* Saved data entries
BEGIN

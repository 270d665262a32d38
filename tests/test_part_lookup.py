"""Part-number lookups (--explain, verify --inductor ...) ignore case and surrounding spaces."""

from __future__ import annotations

from pathlib import Path

import numpy as np
import pytest

from partpick.catalog.columns import mpn_hits
from partpick.catalog.importer import import_catalog
from partpick.design.spec import load_spec
from partpick.errors import NotFoundError
from partpick.screening.pick import explain
from partpick.screening.profiles import load_profile
from partpick.verify.parts import find_part

SCREENING = Path(__file__).parent / "data" / "screening"
TWO_MAKERS = (
    "MPN,Manufacturer,Inductance,Isat,Irms,DCR\n"
    "QX-100,Quillmark Magnetics,10 uH,6 A,5 A,20 mOhm\n"
    "QX-100,Pellworth Inductive,10 uH,5 A,4 A,25 mOhm\n"
    "QX-220,Pellworth Inductive,22 uH,4 A,3 A,40 mOhm\n"
)


@pytest.mark.parametrize(
    ("wanted", "hits"),
    [
        ("QX-1", [0]),
        ("qx-1", [0]),
        ("  Qx-1 ", [0]),
        ("qx-10", []),
        ("QX-2", [1]),  # an exact match wins over case-folded ones
        ("Qx-2", [1, 2]),  # two parts differ only in case: both match
    ],
)
def test_mpn_hits(wanted, hits):
    numbers = np.array(["QX-1", "QX-2", "qx-2"], dtype=object)
    assert mpn_hits(numbers, wanted).tolist() == hits


@pytest.fixture
def catalog(db_file, write_csv) -> str:
    import_catalog(db_file, [write_csv(TWO_MAKERS)], "inductor")
    return db_file


def test_explain_finds_a_part_whatever_its_case_and_spaces(catalog):
    spec = load_spec(SCREENING / "spec.toml")
    found = explain(catalog, spec, "inductor", "  qx-220 ", profile=load_profile("standard"))
    assert found.outcome.mpn == "QX-220"


def test_explain_names_every_part_when_several_match(catalog):
    spec = load_spec(SCREENING / "spec.toml")
    with pytest.raises(NotFoundError) as caught:
        explain(catalog, spec, "inductor", "qx-100", profile=load_profile("standard"))
    assert "2 parts match" in caught.value.hint
    assert "QX-100 (Pellworth Inductive)" in caught.value.hint
    assert "QX-100 (Quillmark Magnetics)" in caught.value.hint


def test_verify_part_lookup_ignores_case_and_lists_several_matches(catalog):
    assert find_part(catalog, "inductor", " qx-220")["mpn"] == "QX-220"
    with pytest.raises(NotFoundError) as caught:
        find_part(catalog, "inductor", "QX-100")
    assert "QX-100 (Pellworth Inductive), QX-100 (Quillmark Magnetics)" in caught.value.hint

END

* ABOUT THIS TASK
Using the records above, count how many lines include the word "partpick", and reply only with that figure.

* REPLY TO THE EXERCISE
7